If The Knights of Winter succeeds as an encyclopaedic history of early amateur hockey in British Columbia, the inclusion of an extensive chapter and four additional appendices about controversies surrounding hockey’s origins shifts the focus to an admittedly related, but separate, topic. Beginning with geological history and referring even to the War of the Spanish Succession, this discussion would perhaps have been better dealt with elsewhere. In The Knights of Winter, Bowlsby’s interest in Frank and Lester Patrick is evident. Although amateur play obviously did not cease with the 1910/ 1911 hockey season, Bowlsby ends his chronicle there because his attention turns to the Patrick brothers’ adventures in professional hockey.
In terms of structure and organisation, Empire of Ice is a companion volume of its predecessor: a chronicle — this time of the Pacific Coast Hockey Association (PCHA) and its successor Western Canadian Hockey League — supported by a splendid selection of photographs and extensive appendices of statistics. Again Bowlsby writes about two themes, but this time the two are more intimately connected. Empire of Ice is both a sports history and a business history. On the sports side, readers may be surprised at how violent games often were — slashing, spearing, butt-ending, smashing sticks over the heads of opponents all seem rarely to have resulted in penalties. Equally, they may be surprised how readily Frank Patrick would simply cancel games to gain an advantage over a rival team and how Lester Patrick attempted to ban swearing in his Victoria arena. The details of who scored and who passed and who assisted and who took a penalty in each and every game can be overwhelming, but Bowlsby writes in the belief that details of games from yesterday’s sports pages are inherently interesting, and dedicated fans of hockey history will undoubtedly agree.
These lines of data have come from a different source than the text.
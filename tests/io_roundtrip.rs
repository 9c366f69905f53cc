//! Writer → reader round trips: values come back bit for bit.

use std::path::Path;

use equiscan::Cloud;
use equiscan::io::{
    Column, LasOptions, npy_header, read_cloud, write_csv, write_las, write_las_with, write_npy,
    write_npy_with_sidecar, write_ply,
};

/// A small deterministic generator (SplitMix64), so failures reproduce.
struct Rng(u64);
impl Rng {
    fn next(&mut self) -> u64 {
        self.0 = self.0.wrapping_add(0x9E37_79B9_7F4A_7C15);
        let mut z = self.0;
        z = (z ^ (z >> 30)).wrapping_mul(0xBF58_476D_1CE4_E5B9);
        z = (z ^ (z >> 27)).wrapping_mul(0x94D0_49BB_1331_11EB);
        z ^ (z >> 31)
    }
    fn unit(&mut self) -> f64 {
        (self.next() >> 11) as f64 / (1u64 << 53) as f64
    }
}

/// A LAS-like cloud: origin far from zero, millimetre positions, every attribute.
fn sample_cloud(n: usize, seed: u64) -> Cloud {
    let mut rng = Rng(seed);
    let mut c = Cloud::new([638_864.0, 4_853_123.0, 120.0], Vec::new());
    for _ in 0..n {
        // Millimetre steps, as a LAS file with scale 0.001 stores them.
        let p: [f32; 3] =
            std::array::from_fn(|_| ((rng.unit() * 200_000.0).round() - 100_000.0) as f32 / 1000.0);
        c.positions.push(p);
    }
    c.intensity = Some((0..n).map(|_| (rng.next() % 65536) as f32).collect());
    c.color = Some(
        (0..n)
            .map(|_| std::array::from_fn(|_| (rng.next() % 65536) as u16))
            .collect(),
    );
    c.classification = Some((0..n).map(|_| (rng.next() % 12) as u8).collect());
    c.return_number = Some((0..n).map(|_| 1 + (rng.next() % 5) as u8).collect());
    c.gps_time = Some((0..n).map(|_| rng.unit() * 1e6).collect());
    c
}

fn features(n: usize, seed: u64) -> (Vec<f32>, Vec<f32>) {
    let mut rng = Rng(seed);
    let a = (0..n).map(|_| (rng.unit() * 2.0 - 1.0) as f32).collect();
    let b = (0..n)
        .map(|i| {
            if i == 3 {
                f32::NAN
            } else {
                (rng.unit() * 1e-6) as f32
            }
        })
        .collect();
    (a, b)
}

fn same_bits(a: &[f32], b: &[f32]) -> bool {
    a.len() == b.len() && a.iter().zip(b).all(|(x, y)| x.to_bits() == y.to_bits())
}

#[test]
fn ply_round_trip_keeps_every_value() {
    let dir = tempfile::tempdir().unwrap();
    let mut cloud = sample_cloud(1000, 1);
    let mut rng = Rng(9);
    cloud.normals = Some(
        (0..cloud.len())
            .map(|_| std::array::from_fn(|_| rng.unit() as f32))
            .collect(),
    );
    let (a, b) = features(cloud.len(), 2);
    let path = dir.path().join("out.ply");
    write_ply(
        &path,
        &cloud,
        &[Column::new("f_a", &a), Column::new("f_b", &b)],
    )
    .unwrap();
    let (back, info) = read_cloud(&path).unwrap();
    assert_eq!(back, cloud);
    assert_eq!(info.format, "PLY");
    assert_eq!(info.encoding.as_deref(), Some("binary_little_endian"));
    assert_eq!(info.other_fields, vec!["f_a", "f_b"]);
    assert_eq!(info.point_count, 1000);
}

#[test]
fn ply_round_trip_8_bit_colour_and_zero_origin() {
    let dir = tempfile::tempdir().unwrap();
    let mut cloud = Cloud::new([0.0; 3], vec![[0.1, -2.5e-7, 3e4], [1e-30, 0.0, -0.0]]);
    cloud.color = Some(vec![[255, 0, 7], [1, 2, 3]]);
    let path = dir.path().join("small.ply");
    write_ply(&path, &cloud, &[]).unwrap();
    let text = std::fs::read(&path).unwrap();
    assert!(
        text.windows(19).any(|w| w == b"property uchar red\n"),
        "8-bit colour is written as uchar"
    );
    let (back, _) = read_cloud(&path).unwrap();
    assert_eq!(back.positions.len(), 2);
    for (p, q) in back.positions.iter().zip(&cloud.positions) {
        for k in 0..3 {
            assert_eq!(p[k].to_bits(), q[k].to_bits());
        }
    }
    assert_eq!(back.color, cloud.color);
}

fn parse_npy(path: &Path) -> (String, Vec<f32>) {
    let bytes = std::fs::read(path).unwrap();
    assert_eq!(&bytes[..8], b"\x93NUMPY\x01\x00");
    let len = u16::from_le_bytes([bytes[8], bytes[9]]) as usize;
    let dict = String::from_utf8(bytes[10..10 + len].to_vec()).unwrap();
    let data = bytes[10 + len..]
        .chunks_exact(4)
        .map(|c| f32::from_le_bytes(c.try_into().unwrap()))
        .collect();
    (dict, data)
}

#[test]
fn npy_round_trip_and_sidecar() {
    let dir = tempfile::tempdir().unwrap();
    let (a, _) = features(12, 3);
    let path = dir.path().join("m.npy");
    write_npy(&path, 4, 3, &a).unwrap();
    let (dict, data) = parse_npy(&path);
    assert_eq!(
        dict.trim_end(),
        "{'descr': '<f4', 'fortran_order': False, 'shape': (4, 3), }"
    );
    assert!(same_bits(&data, &a));
    assert_eq!((10 + dict.len()) % 64, 0);
    assert_eq!(npy_header(4, 3).len(), 10 + dict.len());

    let path = dir.path().join("feat.npy");
    write_npy_with_sidecar(
        &path,
        6,
        &["p0", "p1"],
        &a,
        serde_json::json!({"support_radius": 0.5}),
    )
    .unwrap();
    let side: serde_json::Value =
        serde_json::from_str(&std::fs::read_to_string(dir.path().join("feat.json")).unwrap())
            .unwrap();
    assert_eq!(side["columns"], serde_json::json!(["p0", "p1"]));
    assert_eq!(side["rows"], 6);
    assert_eq!(side["metadata"]["support_radius"], 0.5);
    assert_eq!(side["file"], "feat.npy");

    // A wrong shape writes nothing.
    let bad = dir.path().join("bad.npy");
    assert!(write_npy(&bad, 5, 3, &a).is_err());
    assert!(!bad.exists());
}

#[test]
fn csv_values_read_back_exactly() {
    let dir = tempfile::tempdir().unwrap();
    let (a, b) = features(50, 4);
    let path = dir.path().join("f.csv");
    write_csv(&path, &[Column::new("a", &a), Column::new("b", &b)]).unwrap();
    let text = std::fs::read_to_string(&path).unwrap();
    let mut lines = text.lines();
    assert_eq!(lines.next(), Some("a,b"));
    let rows: Vec<Vec<f32>> = lines
        .map(|l| l.split(',').map(|t| t.parse::<f32>().unwrap()).collect())
        .collect();
    assert_eq!(rows.len(), 50);
    let ra: Vec<f32> = rows.iter().map(|r| r[0]).collect();
    let rb: Vec<f32> = rows.iter().map(|r| r[1]).collect();
    assert!(same_bits(&ra, &a));
    assert!(rb[3].is_nan());
    assert!(same_bits(&rb[..3], &b[..3]) && same_bits(&rb[4..], &b[4..]));
}

fn las_round_trip(name: &str) {
    let dir = tempfile::tempdir().unwrap();
    let cloud = sample_cloud(3000, 5);
    let (a, b) = features(cloud.len(), 6);
    let path = dir.path().join(name);
    write_las(
        &path,
        &cloud,
        &[Column::new("curv", &a), Column::new("tiny", &b)],
    )
    .unwrap();

    let (back, info) = read_cloud(&path).unwrap();
    assert_eq!(info.point_format, Some(7));
    assert_eq!(info.version, "1.4");
    assert_eq!(info.other_fields, vec!["curv", "tiny"]);
    assert_eq!(back.len(), cloud.len());
    for i in 0..cloud.len() {
        let (g, h) = (back.global(i), cloud.global(i));
        for k in 0..3 {
            assert!((g[k] - h[k]).abs() < 1e-6, "point {i}: {g:?} vs {h:?}");
        }
    }
    assert_eq!(back.intensity, cloud.intensity);
    assert_eq!(back.color, cloud.color);
    assert_eq!(back.classification, cloud.classification);
    assert_eq!(back.return_number, cloud.return_number);
    assert_eq!(back.gps_time, cloud.gps_time);

    // The extra bytes, read through the las crate itself, decode to the same f32s.
    let mut reader = las::Reader::from_path(&path).unwrap();
    assert_eq!(reader.header().point_format().extra_bytes, 8);
    let pts = reader.read_all().unwrap();
    let (mut ra, mut rb) = (Vec::new(), Vec::new());
    for p in pts.points() {
        let p = p.unwrap();
        ra.push(f32::from_le_bytes(p.extra_bytes[0..4].try_into().unwrap()));
        rb.push(f32::from_le_bytes(p.extra_bytes[4..8].try_into().unwrap()));
    }
    assert!(same_bits(&ra, &a));
    assert!(same_bits(&rb, &b));

    // Writing again with the input's layout keeps scale, offset and format.
    let again = dir.path().join(format!("again_{name}"));
    write_las_with(&again, &back, &[], &LasOptions::like(&info)).unwrap();
    let (back2, info2) = read_cloud(&again).unwrap();
    assert_eq!(info2.scale, info.scale);
    assert_eq!(info2.offset, info.offset);
    assert_eq!(info2.point_format, info.point_format);
    assert_eq!(back2.positions, back.positions);
}

#[test]
fn las_round_trip_with_extra_bytes() {
    las_round_trip("out.las");
}

#[test]
fn laz_round_trip_with_extra_bytes() {
    las_round_trip("out.laz");
}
For those who do not, there is the narrative of the Patricks’ business empire, details of which the family rarely made public. The broad outlines of the Patricks’ PCHA are well known, but aspects of their almost reckless business venture remain obscure. Bowlsby’s trolling of newspaper sources has revealed financial information that was not included in Eric Whitehead’s standard biography The Patricks (Toronto: Doubleday, 1980). He takes pains to identify the extent to which other individuals were involved in the business aspects of the PCHA’s clubs and arenas, but ultimately demonstrates that the league was a family business with one individual at its CEO. The PCHA, says Bowlsby, “was like an army of separate regiments that all took their orders from Frank Patrick” (95). By far the best documented of those regiments to date has been the Millionaires, but Bowlsby shows how their fortunes were fundamentally connected with those of their rivals in Victoria, New Westminster, Seattle, Portland, and Spokane. Frank Patrick’s back-room dealings in the collapse of his hockey empire are also closely followed.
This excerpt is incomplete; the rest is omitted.